The task of ESG compliance, long the domain of spreadsheets, consultants and mounting costs, is getting an AI-powered overhaul. 

Brisbane-based startup ESGagent.ai has launched a platform that promises to cut compliance costs by up to 85 percent and make regulatory reporting accessible even to businesses with no in-house sustainability expertise.

The timing is no coincidence. Australia’s new ESG reporting requirements come into effect in 2025, compelling more companies, particularly SMEs, to get serious about sustainability disclosures. But for smaller firms without deep pockets or internal teams, regulatory compliance can be both intimidating and expensive.

ESGagent.ai says it’s targeting that gap directly. Its platform uses a suite of autonomous AI agents to automate everything from data collection to generating reports aligned with frameworks like TCFD, GRI and IFRS.

“ESG expertise has traditionally been accessible only to large organisations with dedicated sustainability teams and massive consulting budgets,” says Shan Vahora, founder and CEO of ESGagent.ai. “We’re changing that. Our platform democratises access to sophisticated ESG capabilities, enabling businesses of all sizes to achieve compliance without massive resource investments.”

From bottleneck to background task

The core offering is a team of AI agents trained to handle specific ESG functions, data requests, deadline tracking, compliance verification and even real-time interpretation of evolving regulations. The system is designed to work like an in-house sustainability team, minus the headcount.

One of these agents, dubbed “Susan,” acts as a virtual ESG analyst. Susan contacts internal and external stakeholders to collect relevant data, checks it against regulatory standards, and drafts reports in the appropriate format. According to Vahora, it’s more than automation, it’s delegation.

“Susan works like a colleague who never sleeps,” he says. “She chases data across departments, ensures nothing is missed, and drafts entire reports based on real-time compliance checks. She’s trained in your company’s specific ESG data, so there’s no generic guesswork.”

A built-in onboarding coach for SMEs

While larger firms might use ESGagent.ai to accelerate reporting cycles, the platform was designed with SMEs in mind.

“We know most SMEs don’t have an ESG expert on staff,” says Vahora. “That’s why each client gets a custom-trained AI agent that builds a knowledge base from their existing reports and sustainability data. From there, it guides them through what’s needed and when.”

The onboarding process includes uploading existing ESG documentation into a central data store, which is then used to build a company-specific model. From there, the AI checks for gaps, aligns the business with the correct standards, and assigns tasks to different agents.

To reduce learning curves, the platform includes pre-built templates, educational resources and a real-time compliance checker. Vahora describes it as “a system that doesn’t just tell you what to do, it walks you through it.”

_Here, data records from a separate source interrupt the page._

"""Damaged and hostile workbooks: marked, or refused with a reason, and soon; never a broken copy."""

import io
import random
import time
import zipfile
from collections.abc import Callable
from pathlib import Path
from xml.parsers import expat

import pytest

from instruments.workbook.annotate.marked_copy import MarkedCopy, write_marked_copy
from instruments.workbook.reader import read_file
from instruments.workbook.sheet import UnreadableFile
from tests.instruments.workbook.annotate.shapes import (
    BUSY_MARKS,
    BY_HAND,
    BY_OPENPYXL,
    MARKS,
    PLAIN_ROWS,
    VML,
    beside,
    made,
    mark,
    repacked,
)
from tests.instruments.workbook.packages import worksheet, zipped

USER = "<authors><author>T. Brand</author></authors><commentList>{}</commentList>"
COMMENT = '<comment ref="C2" authorId="0"><text><r><t>why</t></r></text></comment>'
SHAPES = {shape: (make, {"Sheet1": MARKS}) for shape, make in BY_HAND.items()} | {
    shape: (make, BUSY_MARKS) for shape, make in BY_OPENPYXL.items()
}
SHAPES["beside"] = (lambda: beside(USER.format(COMMENT)), {"Sheet1": MARKS})
TOKENS = (
    b'"', b"<", b">", b"/", b"&", b"<!--", b"-->", b" ", b"'", b"=", b'<c r="A1"/>', b"</row>", b'<row r="2">', b"\0",
    b"\xff", b' s="9"', b'<legacyDrawing r:id="rId2"/>', b"<fills/>", b"<cellXfs/>", b"<author>Ferrule</author>",
    b'<mergeCells><mergeCell ref="A1:C9"/></mergeCells>', b'authorId="7"', b"9999999", b"-1", b"<![CDATA[x]]>",
)  # fmt: skip


def damaged(data: bytes, chance: random.Random) -> bytes:
    """The package with a few of its bytes changed, doubled or gone, or a part left out."""
    with zipfile.ZipFile(io.BytesIO(data)) as package:
        parts = {name: package.read(name) for name in package.namelist()}
    for _ in range(chance.choice((1, 1, 1, 2, 4))):
        name = chance.choice(list(parts))
        part = parts[name]
        at = chance.randrange(len(part) + 1)
        end = min(len(part), at + chance.choice((1, 2, 5, 20, 200)))
        what = chance.randrange(6)
        if what == 5 and len(parts) > 1:
            del parts[name]
        else:
            middle = (b"", chance.choice(TOKENS), chance.choice(TOKENS) + part[at:end], part[at:end] * 2, b"")[what % 5]
            parts[name] = part[:at] + middle + (part[end:] if what != 4 else b"")
    return zipped(parts)


def well_formed(data: bytes) -> bool:
    try:
        expat.ParserCreate().Parse(data, True)
    except expat.ExpatError:
        return False
    return True


@pytest.mark.parametrize("seed", range(12))
def test_mutants(seed: int, tmp_path: Path) -> None:
    """What can be read afterwards as well as before says the same; what was well-formed still is."""
    chance = random.Random(seed)
    before, after = tmp_path / "before.xlsx", tmp_path / "after.xlsx"
    for _ in range(12):
        make, marks = SHAPES[chance.choice(list(SHAPES))]
        before.write_bytes(damaged(make(), chance))
        try:
            write_marked_copy(before, after, marks, author="Ferrule", mended=mark("mended"))
        except UnreadableFile:
            continue
        with zipfile.ZipFile(before) as old, zipfile.ZipFile(after) as new:
            for name in new.namelist():
                if not name.endswith(".vml") and (name not in old.namelist() or well_formed(old.read(name))):
                    assert well_formed(new.read(name)), name
        try:
            sheets = read_file(before)
        except UnreadableFile:
            continue
        for one, two in zip(sheets, read_file(after), strict=True):
            assert [row[: one.width] for row in two.rows[: len(one.rows)]] == one.rows
            assert (two.errors, two.merged, two.cells_filled) == (one.errors, one.merged, one.cells_filled)


MANY = 300_000
BLANKS = " " * 2_000_000


def merged() -> bytes:
    ranges = "".join(f'<mergeCell ref="A{row}:C{row + 900}"/>' for row in range(1, 50_000))
    return made(worksheet(PLAIN_ROWS, after=f"<mergeCells>{ranges}</mergeCells>"))


def in_rows(old: str, new: str) -> bytes:
    return made(worksheet(PLAIN_ROWS.replace(old, new)))


def in_boxes(text: str) -> bytes:
    return beside(USER.format(COMMENT), boxes=VML.replace("</xml>", f"{text}</xml>"))


def in_comments(text: str) -> bytes:
    return beside(USER.format(text))


@pytest.mark.parametrize(
    ("make", "marked"),
    [
        (lambda: in_rows('<c r="A2"', f'<c{BLANKS}r="A2"'), True),
        (lambda: in_rows('<row r="2"', f'<row{BLANKS}r="2"'), True),
        (merged, True),
        (lambda: in_boxes('<x:ClientData ObjectType="Note"' * MANY), True),
        (lambda: in_boxes('<x:ClientData ObjectType="Note">' * MANY), True),
        (lambda: in_boxes("<x:ClientData " + 'ObjectType="Note" ' * MANY), True),
        (lambda: in_boxes("<o:idmap " + "data=" * MANY), True),
        (lambda: in_comments(COMMENT.replace("C2", "B9") * (MANY // 3)), True),
        (lambda: in_comments("<comment/>" * 310_000), False),
        (lambda: in_comments(f'<comment ref="C2"><text>{"<r/>" * 310_000}</text></comment>'), False),
    ],
    ids=range(10),
)
def test_hostile_parts_take_no_long_time(make: Callable[[], bytes], *, marked: bool, tmp_path: Path) -> None:
    before = tmp_path / "before.xlsx"
    before.write_bytes(repacked(make(), zipfile.ZIP_STORED))  # packed, they are refused for their ratio
    since = time.process_time()
    found = write_marked_copy(before, tmp_path / "after.xlsx", {"Sheet1": {(1, 2): mark()}}, author="Ferrule")
    assert time.process_time() - since < 15
    assert found == MarkedCopy(cells=int(marked), sheets=int(marked), unmarked=found.unmarked)
    assert bool(found.unmarked) is not marked
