def _referred(key: str) -> Iterator[tuple[str, str | None]]:
    """Split a spelling into what it may be and the reference it ends or begins with."""
    yield key, None
    for length in range(1, min(_LONGEST_SUFFIX, len(key) - 1) + 1):
        reference = _SUFFIX.get(key[-length:])
        if reference:
            yield key[:-length], reference
    for prefix, reference in _PREFIX.items():
        if key.startswith(prefix):
            yield key[len(prefix) :], reference


def _pressure(key: str) -> Unit | None:
    for stem, reference in _referred(key):
        found = _PRESSURES.get(stem)
        canonical = found[0] if found else None
        own = found[1] if found else None
        if not found and (basis := _WATER_BASIS.search(stem)):
            for head, inner in _referred(stem[: basis.start()]):
                column, own = _PRESSURES.get(head, (None, None))
                if column == "inH2O" and (inner is None or own is None):
                    own = own or inner
                    canonical = _WATER_AT.get((basis[1], basis[2]))
                    break
        if canonical is None or (reference and stem in _WHOLE_WORDS):
            continue
        if reference and own and reference != own and (own, reference) != ("gauge", "vacuum"):
            continue
        return unit(canonical, reference or own)
    return None


# --- temperature

_DEGREE = _words("deg degs degree degrees grad grd grade grados graus graden degrés degres o 0")
_SCALES: Final = {
    **dict.fromkeys(_words("c celsius celcius celsuis centigrade"), "degC"),
    **dict.fromkeys(_words("f fahrenheit farenheit"), "degF"),
    **dict.fromkeys(_words("k kelvin kelvins"), "K"),
    **dict.fromkeys(_words("r rankine"), "degR"),
}
_DIFFERENCE = _words("diff difference delta differenz")


def _temperature(key: str) -> Unit | None:
    difference = False
    for word in _DIFFERENCE:
        if key.startswith(word) and len(key) > len(word):
            difference, key = True, key[len(word) :]
        elif key.endswith(word) and len(key) > len(word):
            difference, key = True, key[: -len(word)]
        if difference:
            break
    scale = _SCALES.get(key)
    if scale is None:
        for degree in _DEGREE:
            if key.startswith(degree):
                scale = _SCALES.get(key[len(degree) :])
            elif degree == "deg" and key.endswith(degree):
                scale = _SCALES.get(key[:-3])
            if scale:
                break
    if scale is None:
        return None
    if difference:
        return unit("delta_degC") if scale in ("degC", "K") else None
    return unit(scale)


# --- ratios and concentrations, which may name the substance they speak of

_PERCENT = _words("% pct percent prozent percentage")
_OF: Final[Mapping[str, tuple[str, ...]]] = {
    "percent": ("",),
    "percent valve travel": _words("open opening travel stroke valvetravel valveopening valve position lift auf"),
    "percent of LEL": _words("lel oflel lfl oflfl ueg lie"),
    "percent v/v": _words("v/v vol volume byvol byvolume v vol/vol"),
    "percent mol": _words("mol mole molar mol/mol"),
    "percent RH": _words("rh relhum relhumidity relativehumidity rf rhum"),
}
_PARTS: Final[Mapping[str, tuple[str, ...]]] = {
    "ppm": ("ppm",),
    "ppm w/w": _words("ppmw ppmw/w ppmwt ppmbyweight ppmbymass ppmmass wppm"),
    "ppm v/v": _words("ppmv ppmv/v ppmvol ppmbyvol ppmbyvolume vpm vppm ppmvolume"),
    "ppb": ("ppb",),
    "specific gravity": _words("sg spgr spgravity specgravity specificgravity relativedensity reldensity"),
}
_SUBSTANCES = frozenset(
    _words(
        "o2 h2 h2s co co2 ch4 nh3 so2 nox no no2 n2o n2 cl2 clo2 hcl hf hcn h2so4 naoh nacl naocl caco3 cl f fe al mn "
        "nh4 po4 no3 o3 voc hc c2h4 c3h8 c6h6 h2o do toc cod bod tss ss methane oxygen hydrogen propane oil ammonia"
    )
)


def _ratio_spellings() -> Iterator[tuple[str, str]]:
    for canonical, qualities in _OF.items():
        for percent, quality in product(_PERCENT, qualities):
            yield percent + quality, canonical
            if quality:
                yield quality + percent, canonical
    for canonical, spellings in _PARTS.items():
        for spelling in spellings:
            yield spelling, canonical
    per_litre = (*_LITRE, "dm3")
    for canonical, numerators in {
        "mg/L": _words("mg mgs milligram milligrams"),
        "ug/L": _words("ug microgram micrograms"),
        "g/L": _words("g gm gms gram grams"),
    }.items():
        for spelling in _over(numerators, (*per_litre, "1")):  # mg/1: an l that a scan took for a one
            if spelling != "g/1":
                yield spelling, canonical
    yield "gpl", "g/L"
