def busy_book() -> Any:
    """A workbook with nearly everything that a list has on it, and that openpyxl can write."""
    book = openpyxl.Workbook()
    sheet = book.active
    sheet.title = "Index & <list>"
    sheet.append(["Tag", "LRV", "URV", "Span", "State"])
    for number in range(1, 40):
        sheet.append([f"PT-{number}", 0, number, f"=C{number + 1}-B{number + 1}", "live" if number % 3 else None])
    thin = Side(style="thin", color="FF808080")
    for column in "ABCDE":
        head = sheet[f"{column}1"]
        head.font = Font(name="Arial", bold=True, color="FFFFFFFF")
        head.fill = PatternFill("solid", start_color="FF203864")
        head.alignment = Alignment(horizontal="center", wrap_text=True, text_rotation=90)
        head.border = Border(left=thin, right=thin, top=thin, bottom=thin)
        head.protection = Protection(locked=True)
    for row in range(2, 41):
        sheet[f"C{row}"].number_format = '0.0" barg"'
        sheet[f"C{row}"].font = Font(strike=True, color="FFFF0000")
        sheet[f"A{row}"].protection = Protection(locked=False)
    sheet.add_table(Table(displayName="Index", ref="A1:E40"))
    valid = DataValidation(type="list", formula1='"live,void"')
    valid.add("E2:E40")
    sheet.add_data_validation(valid)
    red = PatternFill(bgColor="FFFFC7CE")
    sheet.conditional_formatting.add("C2:C40", CellIsRule(operator="greaterThan", formula=["30"], fill=red))
    sheet.freeze_panes = "B2"
    sheet.print_title_rows = "1:1"
    sheet.merge_cells("A42:C43")
    sheet["A42"] = "Notes\nto all"
    sheet.protection.sheet = True
    sheet.column_dimensions["B"].width = 30
    sheet.column_dimensions["D"].hidden = True
    sheet.row_dimensions[5].hidden = True
    chart = BarChart()
    chart.add_data(Reference(sheet, min_col=3, min_row=1, max_row=40), titles_from_data=True)
    sheet.add_chart(chart, "H2")
    other = book.create_sheet("Other")
    other["B2"] = "='Index & <list>'!C2"
    other.sheet_state = "hidden"
    return book


def commented_book() -> Any:
    """The busy workbook with comments of the user's own on both sheets."""
    book = busy_book()
    sheet = book.worksheets[0]
    sheet["A3"].comment = Comment("Ask the vendor\nabout this", "T. Brand", height=80, width=200)
    sheet["A5"].comment = Comment("as built", "T. Brand")
    book["Other"]["B2"].comment = Comment("from the index", "J. Hale")
    return book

Where the cost cuts come from

While the idea of replacing ESG consultants with AI might sound bold, the company backs its cost-saving claims with a breakdown.

“Consultants charge $100,000 to $200,000 a year to handle ESG reporting,” says Vahora. “We’re offering a system that delivers the same outcomes, data management, framework alignment, report generation, at a fraction of the price.”

Vahora points out that for a mid-sized company, automating ESG reporting can unlock over $200,000 in annual productivity savings. For larger firms, that figure could rise to $1 million. What’s more, many of these savings come not just from cutting external costs, but from reclaiming internal time.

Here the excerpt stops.